Starting with sous vide, I cook the shoulder at 165F for 18-20 hours. From there, it's into the smoker set at 250F for 3-4 hours until the IT is 195F-200F, and I get the bark formation that I desire. Very tender, juicy, and smoky meat with the right amount of bark.


----------



## gnatboy911

dls1 said:


> Nice looking pulled pork you have there, gnatboy. Nice job.
> 
> I've cooked pork shoulder for pulled pork combing sous vide and the smoker several times. As you did, I tried smoking first followed by sous vide, but only once. The meat was great, but not so much the bark. The next time around, I reversed the process starting with sous vide then into the smoker. While each method has it's advantages and disadvantages, I definitely prefer the latter, especially when it comes to the consideration of bark formation.
> 
> Starting with sous vide, I cook the shoulder at 165F for 18-20 hours. From there, it's into the smoker set at 250F for 3-4 hours until the IT is 195F-200F, and I get the bark formation that I desire. Very tender, juicy, and smoky meat with the right amount of bark.

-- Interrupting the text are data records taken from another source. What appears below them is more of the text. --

"""Measurement rows: the one currency every output is written from.

A :class:`Measurement` is one (roi, metric) value with its unit and context. The CSV long
format (``measurements.csv``), the JSON file and the trend ledger all hold the same rows.
"""

from __future__ import annotations

import csv
import io
import json
import math
import os
from dataclasses import asdict, dataclass, fields
from typing import Any

#: Columns of measurements.csv, in order. A stable contract: new columns are only appended.
CSV_COLUMNS = [
    "series_uid",
    "acquired_at",
    "template",
    "roi",
    "metric",
    "value",
    "unit",
    "uncertainty",
    "band",
    "band_low",
    "band_high",
    "verdict",
    "note",
    "uncertainty_fill",
]

CAUTION = (
    "Results support, and do not replace, the judgement of a qualified medical physicist. "
    "Follow local regulations and the scanner maker's acceptance procedures."
)


@dataclass
class Measurement:
    """One measured value.

    Attributes
    ----------
    roi : str
        ROI name from the template (``sphere_10mm`` ... ``background``, ``lung_insert``, ``phantom``).
    metric : str
        Metric name (``percent_contrast``, ``background_variability_pct``, ``rc_max``, ...).
    value : float
    unit : str
        ``%``, ``1`` (dimensionless ratio), ``Bq/mL``, ``mm``.
    uncertainty : float or None
        Standard uncertainty in the unit of ``value`` from the image (noise, fit), where estimated.
    uncertainty_fill : float or None
        Standard uncertainty in the unit of ``value`` from the fill record's stated input
        uncertainties (dose calibrator, residual, volume; GUM), for values that depend on the
        fill record (recovery coefficients, activity recovery, percent contrast); None where
        the value does not depend on it or the record states no uncertainty. Kept apart from
        ``uncertainty``: verdicts are on the value alone.
    """

    series_uid: str | None
    acquired_at: str | None
    template: str
    roi: str
    metric: str
    value: float
    unit: str
    uncertainty: float | None = None
    band: str | None = None
    band_low: float | None = None
    band_high: float | None = None
    verdict: str | None = None
    note: str | None = None
    uncertainty_fill: float | None = None

    def as_dict(self) -> dict[str, Any]:
        d = asdict(self)
        for k in ("value", "uncertainty", "band_low", "band_high", "uncertainty_fill"):
            v = d[k]
            if isinstance(v, float) and not math.isfinite(v):
                d[k] = None
        return d


def _fmt(v: Any) -> str:
    if v is None:
        return ""
    if isinstance(v, float):
        if not math.isfinite(v):
            return ""
        return repr(round(v, 10))
    return str(v)


def measurements_csv(rows: list[Measurement]) -> str:
    """Rows as CSV text with :data:`CSV_COLUMNS` (UTF-8, comma, header line)."""
    buf = io.StringIO()
    w = csv.writer(buf, lineterminator="\n")
    w.writerow(CSV_COLUMNS)
    for r in rows:
        d = r.as_dict()
        w.writerow([_fmt(d[c]) for c in CSV_COLUMNS])
    return buf.getvalue()


def read_measurements_csv(path: str | os.PathLike) -> list[Measurement]:
    """Read rows back from a measurements.csv (round trip of :func:`measurements_csv`)."""
    with open(path, newline="", encoding="utf-8") as fh:
        return [measurement_from_record(rec) for rec in csv.DictReader(fh)]


def measurement_from_record(rec: dict[str, Any]) -> Measurement:
    """A Measurement from one CSV record (strings; empty means missing)."""
    kw: dict[str, Any] = {}
    for f in fields(Measurement):
        raw = rec.get(f.name, "")
        if f.name in ("value", "uncertainty", "band_low", "band_high", "uncertainty_fill"):
            kw[f.name] = float(raw) if raw not in ("", None) else (math.nan if f.name == "value" else None)
        else:
            kw[f.name] = raw if raw not in ("", None) else None
    return Measurement(**kw)


def _json_default(o: Any) -> Any:
    import numpy as np

    if isinstance(o, np.generic):
        return o.item()
    if isinstance(o, np.ndarray):
        return o.tolist()
    if hasattr(o, "isoformat"):
        return o.isoformat()
    raise TypeError(f"not JSON serialisable: {type(o).__name__}")


def to_json(obj: Any) -> str:
    return json.dumps(obj, indent=2, default=_json_default, allow_nan=False)
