"""The fill record: how a phantom was filled, and the true concentrations it implies.

A physicist writes the fill record (a small YAML file) when preparing a phantom::

    nuclide: F-18
    background:
      concentration_kbq_ml: 5.30
      measured_at: 2026-11-03T09:40:00+01:00
    spheres:                       # or rods: (small-animal phantoms)
      ratio_to_background: 4.0
    cold: [sphere_28mm, sphere_37mm]   # inserts filled with non-radioactive water
    inserts:                       # optional per-insert overrides of the spheres entry
      sphere_10mm: {concentration_kbq_ml: 21.0, measured_at: 2026-11-03T09:45:00+01:00}
    site: Demo Hospital            # optional free text: site, phantom, operator_note
    phantom: iec-body
    operator_note: filled with the 9.7 L water bath

Forms of an activity entry (exactly one per entry):

* **concentration**: ``concentration_kbq_ml`` (kBq/mL) measured at ``measured_at``.
* **ratio** (``spheres``/``rods``/``inserts`` only): ``ratio_to_background``, the insert to
  background concentration ratio (a_H/a_B of NEMA NU 2), the same at every time for one
  nuclide.
* **syringe** (``background``, ``spheres``/``rods``): the activity put into a known volume,
  from dose-calibrator readings: ``syringe_mbq`` measured at ``syringe_measured_at``, the
  ``residual_mbq`` left in the syringe measured at ``residual_measured_at``, and the
  ``volume_ml`` of water it was diluted in (the phantom background, or the sphere stock
  solution). The rule is::

      C(residual_measured_at) = (A_syringe * exp(-lambda * (t_residual - t_syringe)) - A_residual) / V

  i.e. the syringe reading is decayed to the residual reading's time, the residual is
  subtracted, and the net activity is spread over ``volume_ml``; the concentration refers to
  ``residual_measured_at`` (decay law with lambda = ln 2 / T_half, half-lives from
  :mod:`phantometry.nuclides`). The volume of the activity itself is neglected. A residual of
  0 MBq is allowed (a rinsed syringe); the residual must be measured at or after the syringe,
  and the net activity must be positive.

dls1, thanks for the compliments.  Interesting to sous vide first, then smoke.  I'm going to try that next time, as I also was craving the bark.  Thanks for the tips!

Nate.


----------



## emuleman

I was thinking of trying something like this, so thank you for the information.  I also like the idea of sous vide first then smoking to get that wonderful bark.  Might have to give this a shot sometime soon.  Thanks again for sharing!


----------



## poopypuss

That looks great!

I might try a brisket in the bath.

I've never been able to make one that was edible.


----------



## fwismoker

I've thought about smoking/grilling for a while then finishing in a pressure cooker.  I'd imagine it'd be similar


----------



## atomicsmoke

Double post...sorry.


----------



## atomicsmoke

FWIsmoker said:


> I've thought about smoking/grilling for a while then finishing in a pressure cooker.  I'd imagine it'd be similar


You need liquid in the pressure cooker.. wouldn't that "sweat" the good stuff out? Also ...You can't probe temp while in the pressure cooker. 5 extra minutes in the pressure cooker can seriously overcook the meat.


----------



## jeremy1978

​I tried sous vide then smoker this weekend, I did a 2.5lb pork butt in the sous vide at 160 for 24 hours, then to the smoker at 250 for about 4-1/2 hours. I went with the small piece because if it was terrible I wasn't out anything. After the 24 hours I took the pork and put it in a foil "bowl" and poured the juices into it not sure if it did anything but it made me feel better. When the IT hit about 195 (I couldn't wait any longer) I yanked it and put it in a metal bowl and pulled it immediately. The bone literally came out with no effort and without any meat left on it at all. The meat was the most tender and juiciest pork I've ever had. I took the leftovers to the local watering hole during the race and it was a hit. I will most definitely be doing my pulled pork this way from now on


----------



## gnatboy911

Jeremy1978 said:


> ​I tried sous vide then smoker this weekend, I did a 2.5lb pork butt in the sous vide at 160 for 24 hours, then to the smoker at 250 for about 4-1/2 hours. I went with the small piece because if it was terrible I wasn't out anything. After the 24 hours I took the pork and put it in a foil "bowl" and poured the juices into it not sure if it did anything but it made me feel better. When the IT hit about 195 (I couldn't wait any longer) I yanked it and put it in a metal bowl and pulled it immediately. The bone literally came out with no effort and without any meat left on it at all. The meat was the most tender and juiciest pork I've ever had. I took the leftovers to the local watering hole during the race and it was a hit. I will most definitely be doing my pulled pork this way from now on


 Jeremy, thanks for the added info!  Did it develop good bark?  also, how was the smoke flavor?  I was wondering about sous vide first...my concern was it wouldn't take the smoke flavor as well since it was already cooked.  Sounds like you had a great meal though. congrats and thanks for sharing.


----------



## gtkirk

So I did exactly this (smoke then sous vide) this past weekend. I smoked it for 2 hours at 250 (apple + cherry woods), then put it straight into the sous vide at 165.I ran into one significant issue - about 2 hours into the water, the seal on my bag failed! I happened to notice "too much" of a smell (a good smell, but not one you want from sous vide!) so I checked it, and sure enough, there was juice in the water. I pulled it out (lost all the juice that was in the bag), double-bagged it to be safe (double vacuum sealed), and added extra rub and honey to compensate for the presumed lost flavor from the seal snafu, replaced the water, and put it back in.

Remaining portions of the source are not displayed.